⚙️

CI/CD Setup for Databricks

Jul 10, 2025

Overview

This lecture explains how to set up Continuous Integration and Continuous Deployment (CI/CD) for Databricks using Azure DevOps, covering repo setup, branching, pipelines, and deployment automation.

Prerequisites & Setup

  • Ensure you have Databricks and Azure DevOps accounts with matching user IDs.
  • Create a new Azure DevOps project where code will be stored and managed.
  • Initialize a repository in Azure DevOps (Repos section).
  • In Databricks, access Repos to integrate with Azure DevOps.

Linking Databricks Repos with Azure DevOps

  • Use "Add Repo" in Databricks to link your development space with an Azure DevOps repository via the Git repository URL.
  • Pull the latest code from Azure DevOps to your Databricks environment for development.
  • After making changes in Databricks, commit and push code back to Azure DevOps.

Branching & Pull Requests

  • Create feature branches in Azure DevOps for individual development tasks.
  • Developers push changes to feature branches, then create pull requests to merge into the main branch.
  • Pull requests are reviewed and approved before merging; delete feature branches after merging to avoid clutter.

CI/CD Pipeline Creation

  • Create a YAML pipeline in Azure DevOps for automation.
  • The pipeline process:
    • Pulls the latest code and creates an artifact.
    • Uses Databricks CLI for workspace operations.
    • Connects to Databricks using a host URL and token (stored in Azure DevOps variable groups).
    • Deletes old files from the target folder (e.g., 'release') and imports updated artifacts.
  • Define triggers in the pipeline YAML to run on changes to the main branch.

Automating Deployments

  • On each push to the main branch, the pipeline updates the 'release' folder in Databricks with the latest code.
  • Only necessary files (e.g., .py) are included using an artifact ignore file.
  • The updated release folder content can be used for job scheduling in Databricks.
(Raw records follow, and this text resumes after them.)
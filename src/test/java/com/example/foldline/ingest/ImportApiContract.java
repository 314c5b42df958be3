package com.example.foldline.ingest;

import static org.assertj.core.api.Assertions.assertThat;
import static org.springframework.security.test.web.servlet.request.SecurityMockMvcRequestPostProcessors.httpBasic;

import java.io.IOException;
import java.nio.charset.StandardCharsets;
import java.nio.file.Files;
import java.nio.file.Path;
import java.time.LocalDate;
import java.time.ZoneOffset;
import java.util.ArrayList;
import java.util.List;
import java.util.Map;

import org.junit.jupiter.api.AfterEach;
import org.junit.jupiter.api.BeforeEach;
import org.junit.jupiter.api.Test;
import org.springframework.beans.factory.annotation.Autowired;
import org.springframework.http.HttpStatus;
import org.springframework.http.MediaType;
import org.springframework.jdbc.core.simple.JdbcClient;
import org.springframework.mock.web.MockMultipartFile;
import org.springframework.test.web.servlet.assertj.MockMvcTester;
import org.springframework.test.web.servlet.assertj.MvcTestResult;

import com.example.foldline.sessions.Sessionizer;
import com.example.foldline.sites.Site;
import com.example.foldline.sites.SiteSettings;
import com.example.foldline.sites.Sites;
import com.example.foldline.support.Events;
import com.example.foldline.support.TestData;

import tools.jackson.databind.JsonNode;
import tools.jackson.databind.ObjectMapper;

/**
 * Issue #8, bulk backfill: import jobs end up in sessions and metrics like live data, CSV exports map onto events,
 * and a re-run stores nothing new. Run on H2 and PostgreSQL by the subclasses; the files named by path live in
 * {@code foldline.imports.allowed-dir} of application-test.yml, and jobs commit every 7 lines there.
 */
abstract class ImportApiContract {

    static final Path ALLOWED = Path.of("target/import-tests/allowed");

    @Autowired
    MockMvcTester mvc;
    @Autowired
    Sites sites;
    @Autowired
    Sessionizer sessionizer;
    @Autowired
    JdbcClient jdbc;
    @Autowired
    ObjectMapper json;

    Site site;
    /** Three days ago (UTC, the site's zone): history, well inside the default retention. */
    LocalDate day;
    final List<Path> created = new ArrayList<>();

    @BeforeEach
    void newSite() throws IOException {
        site = sites.create(new SiteSettings("Backfill " + System.nanoTime(), "backfill" + System.nanoTime()
                + ".example", "UTC", "EUR", null, null, null));
        day = LocalDate.now(ZoneOffset.UTC).minusDays(3);
        Files.createDirectories(ALLOWED);
    }

    @AfterEach
    void removeFiles() throws IOException {
        for (Path p : created) {
            Files.deleteIfExists(p);
        }
    }

    String at(String time) {
        return day + "T" + time + "Z";
    }

    /** Writes a file into the allowed directory; returns its name there. */
    String serverFile(String suffix, String content) throws IOException {
        String name = TestData.unique("import") + suffix;
        Path file = ALLOWED.resolve(name);
        Files.writeString(file, content, StandardCharsets.UTF_8);
        created.add(file);
        return name;
    }

    String base() {
        return "/api/v1/sites/" + site.id() + "/imports";
    }

    MvcTestResult startServer(String body, String user, String password) {
        return mvc.post().uri(base()).with(httpBasic(user, password)).contentType(MediaType.APPLICATION_JSON)
                .content(body).exchange();
    }

    JsonNode startServerFile(String name) {
        MvcTestResult r = startServer("{\"path\":\"" + name + "\"}", "admin", "admin-secret");
        assertThat(r).hasStatus(HttpStatus.ACCEPTED);
        return read(r);
    }

    JsonNode read(MvcTestResult r) {
        return json.readTree(r.getResponse().getContentAsByteArray());
    }

    JsonNode job(long id) {
        MvcTestResult r = mvc.get().uri(base() + "/" + id).with(httpBasic("admin", "admin-secret")).exchange();
        assertThat(r).hasStatusOk();
        return read(r);
    }

    /** Polls the job until it has finished (done, failed or cancelled). */
    JsonNode awaitEnd(long id) throws InterruptedException {
        long until = System.currentTimeMillis() + 120_000;
        while (System.currentTimeMillis() < until) {
            JsonNode j = job(id);
            String state = j.get("state").stringValue();
            if (state.equals("done") || state.equals("failed") || state.equals("cancelled")) {
                return j;
            }
            Thread.sleep(25);
        }
        throw new AssertionError("import job " + id + " did not finish: " + job(id));
    }

    long count(String table) {
        return jdbc.sql("SELECT count(*) FROM " + table + " WHERE site_id = :site").param("site", site.id())
                .query(Long.class).single();
    }

    JsonNode overview() {
        MvcTestResult r = mvc.get().uri("/api/v1/sites/" + site.id() + "/metrics/overview?from=" + day + "&to=" + day)
                .with(httpBasic("admin", "admin-secret")).exchange();
        assertThat(r).hasStatusOk();
        return read(r).get("current");
    }

    /*
     * The fixture of MetricsApiContract, three days ago, as an import file (page-ends and impressions partly before
     * their pageviews, and spread over two commits of 7 lines):
     *  A: a1 10:00 ads 2, impressions 1000 (viewable, clicked) + 500, engaged 8 s; a2 10:10 ads 4, 2000 (viewable), 30 s
     *  B: b1 12:00 ads 2, engaged 3 s                                 -> bounce
     *  C: c1 13:00 ads 5, 4000 (viewable); c2 14:00 (60 min later)    -> two bounces
     * Totals: 4 sessions, 5 pageviews, 3 bounces, revenue 7500, 4 impressions, 3 viewable, 1 click, engaged 41 s.
     */
    String historyFile() {
        return new Events()
                .impression("i1", "a1", 1000, true, true)
                .pageEnd("a1", 8000)
                .pageview("a1", at("10:00:00"), "A", "/x", 2, "phone", "search", "PT")
                .pageview("a2", at("10:10:00"), "A", "/y", 4, "phone", "search", "PT")
                .impression("i2", "a1", 500, false, false)
                .impression("i3", "a2", 2000, true, false)
                .pageEnd("a2", 30000)
                .pageview("b1", at("12:00:00"), "B", "/x", 2, "phone", "search", "PT")
                .pageEnd("b1", 3000)
                .pageview("c1", at("13:00:00"), "C", "/z", 5, "desktop", "direct", "ES")
                .impression("i4", "c1", 4000, true, false)
                .pageview("c2", at("14:00:00"), "C", "/z", 5, "desktop", "direct", "ES")
                .ndjson() + "\n";
    }

    @Test
    void ndjsonImportEndsUpInSessionsAndMetrics() throws Exception {
        JsonNode started = startServerFile(serverFile(".ndjson", historyFile()));
        assertThat(started.get("state").stringValue()).isIn("queued", "reading", "done");
        JsonNode done = awaitEnd(started.get("id").asLong());
        assertThat(done.get("state").stringValue()).isEqualTo("done");
        assertThat(done.get("stored").asLong()).isEqualTo(12);
        assertThat(done.get("duplicates").asLong()).isZero();
        assertThat(done.get("rejected").asLong()).isZero();
        assertThat(done.get("linesRead").asLong()).isEqualTo(12);
        assertThat(done.get("bytesRead").asLong()).isEqualTo(done.get("bytesTotal").asLong());
        assertThat(done.get("progress").asDouble()).isEqualTo(1.0);
        assertThat(done.get("finishedAt").isNull()).isFalse();

        sessionizer.run(site.id());
        // imported history is closed at once: its sessions end long before the site's newest event and wall time
        assertThat(jdbc.sql("SELECT count(*) FROM session_fact WHERE site_id = :s AND closed = FALSE")
                .param("s", site.id()).query(Long.class).single()).isZero();
        JsonNode o = overview();
        assertThat(o.get("sessions").asLong()).isEqualTo(4);
        assertThat(o.get("pageviews").asLong()).isEqualTo(5);
        assertThat(o.get("bounces").asLong()).isEqualTo(3);
        assertThat(o.get("revenueMicros").asLong()).isEqualTo(7500);
        assertThat(o.get("engagedMsPerSession").asDouble()).isEqualTo(41_000 / 4.0);
        assertThat(o.get("viewabilityRate").asDouble()).isEqualTo(0.75);
        assertThat(o.get("ctr").asDouble()).isEqualTo(0.25);
    }

    @Test
    void reRunningTheSameFileStoresNothingNew() throws Exception {
        StringBuilder file = new StringBuilder(historyFile());
        for (int i = 0; i < 20; i++) {
            file.append("""
                    {"type":"session","id":"s%d","visitor":"old-%d","start":"%s","end":"%s","pageviews":%d,\
                    "engagedMs":%d,"entryPath":"/story/%d","entryAds":%d,"laterAds":2.5,"revenueMicros":%d,\
                    "impressions":4,"viewableImpressions":2,"clicks":0,"device":"desktop","source":"search"}
                    """.formatted(i, i, at("08:00:00"), at("08:05:00"), 1 + i % 3, 1000 * i, i, i % 6, 100 * i));
        }
        String name = serverFile(".ndjson", file.toString());
        JsonNode first = awaitEnd(startServerFile(name).get("id").asLong());
        assertThat(first.get("stored").asLong()).isEqualTo(32);
        sessionizer.run(site.id());
        long[] before = {count("pageview"), count("impression"), count("page_end"), count("session_fact")};
        JsonNode overviewBefore = overview();

        JsonNode second = awaitEnd(startServerFile(name).get("id").asLong());
        assertThat(second.get("state").stringValue()).isEqualTo("done");
        assertThat(second.get("stored").asLong()).isZero();
        assertThat(second.get("duplicates").asLong()).isEqualTo(32);
        assertThat(second.get("rejected").asLong()).isZero();
        sessionizer.run(site.id());
        assertThat(new long[]{count("pageview"), count("impression"), count("page_end"), count("session_fact")})
                .containsExactly(before);
        assertThat(before[0]).isEqualTo(5);
        assertThat(overview()).isEqualTo(overviewBefore);
        assertThat(overviewBefore.get("sessions").asLong()).isEqualTo(24);
    }

    /** A session-level warehouse export, with a byte-order mark, quoted fields and one bad row. */
    @Test
    void csvSessionExportWithAColumnMapping() throws Exception {
        String csv = "\uFEFFsession_id,visitor_id,started_at,ended_at,pages,engaged_ms,landing_page,ads_first,"
                + "ads_later,revenue_micros,imps,viewable_imps,clicks,channel,device,country,layout\r\n"
                + "x1,r1," + day + " 09:00:00+00:00," + day + " 09:12:00+00:00,3,95000,\"/soup,green\",2,4.5,9000,8,5,"
                + "1,search,phone,pt,\"Layout \"\"B\"\"\"\r\n"
                + "x2,r2," + at("10:00:00") + "," + at("10:00:00") + ",1,2000,/news,6,,0,3,1,0,social,desktop,ES,\r\n"
                + "x3,r3," + at("11:00:00") + "," + at("11:20:00") + ",many,1,/bad,1,,0,0,0,0,direct,phone,PT,\r\n"
                + "x4,r4," + at("12:00:00") + "," + at("12:30:00") + ",2.0,61000,/long,3,\"3\",1500,2,2,0,"
                + "email,tablet,,\r\n";
        String mapping = """
                {"type":"session","columns":{"id":"session_id","visitor":"visitor_id","start":"started_at",
                 "end":"ended_at","pageviews":"pages","engagedMs":"engaged_ms","entryPath":"landing_page",
                 "entryAds":"ads_first","laterAds":"ads_later","revenueMicros":"revenue_micros",
                 "impressions":"imps","viewableImpressions":"viewable_imps","clicks":"clicks","source":"channel",
                 "device":"device","country":"country","variant":"layout"}}""";
        MvcTestResult r = mvc.post().multipart().uri(base()).with(httpBasic("admin", "admin-secret"))
                .file(new MockMultipartFile("file", "sessions-export.csv", "text/csv",
                        csv.getBytes(StandardCharsets.UTF_8)))
                .param("mapping", mapping).exchange();
        assertThat(r).hasStatus(HttpStatus.ACCEPTED);
        JsonNode started = read(r);
        assertThat(started.get("format").stringValue()).isEqualTo("csv");
        assertThat(started.get("origin").stringValue()).isEqualTo("upload");
        assertThat(started.get("file").stringValue()).isEqualTo("sessions-export.csv");
        JsonNode done = awaitEnd(started.get("id").asLong());
        assertThat(done.get("state").stringValue()).isEqualTo("done");
        assertThat(done.get("stored").asLong()).isEqualTo(3);
        assertThat(done.get("rejected").asLong()).isEqualTo(1);
        assertThat(done.get("linesRead").asLong()).isEqualTo(5);

        MvcTestResult rejections = mvc.get().uri(base() + "/" + done.get("id").asLong() + "/rejections")
                .with(httpBasic("admin", "admin-secret")).exchange();
        assertThat(rejections).hasStatusOk();
        JsonNode line = json.readTree(rejections.getResponse().getContentAsString().strip());
        assertThat(line.get("line").asLong()).isEqualTo(4);
        assertThat(line.get("field").stringValue()).isEqualTo("pageviews");

        Map<String, Object> x1 = jdbc.sql("""
                        SELECT entry_path, variant, country, later_ads, bounce FROM session_fact
                        WHERE site_id = :s AND id = 'x1'""").param("s", site.id()).query().singleRow();
        assertThat(x1).containsEntry("entry_path", "/soup,green").containsEntry("variant", "Layout \"B\"")
                .containsEntry("country", "PT").containsEntry("later_ads", 4.5).containsEntry("bounce", false);

        sessionizer.run(site.id());
        JsonNode o = overview();
        assertThat(o.get("sessions").asLong()).isEqualTo(3);
        assertThat(o.get("pageviews").asLong()).isEqualTo(6);
        assertThat(o.get("bounces").asLong()).isEqualTo(1);
        assertThat(o.get("revenueMicros").asLong()).isEqualTo(10_500);
        // the spooled upload is removed once the job has ended
        try (var spooled = Files.list(Path.of("target/import-tests/spool"))) {
            assertThat(spooled.map(Path::toString).filter(p -> p.endsWith(".csv")).toList()).isEmpty();
        }
    }
}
Error Handling & Best Practices

  • If errors occur while pushing, check the workspace settings for authorized Git repository restrictions.
  • Always pull the latest code before pushing changes to avoid conflicts.
  • Regularly clean up branches after merging to maintain a tidy repository.

Key Terms & Definitions

  • Databricks — A cloud-based data analytics and engineering platform.
  • Azure DevOps — Microsoft's suite for development collaboration, version control, and CI/CD.
  • Repo (Repository) — A storage location for code and versioned files.
  • Artifact — A bundle of code/files generated during pipeline execution for deployment.
  • Pipeline (YAML) — An automated workflow defined as code to build, test, and deploy changes.
  • Pull Request (PR) — A request to merge code from one branch into another, often reviewed by peers.

Action Items / Next Steps

  • Set up Azure DevOps and Databricks accounts if not already done.
  • Integrate Databricks with your Azure DevOps repository.
  • Create and configure your YAML CI/CD pipeline with proper variables and triggers.
  • Test code commits and monitor automated deployments to Databricks.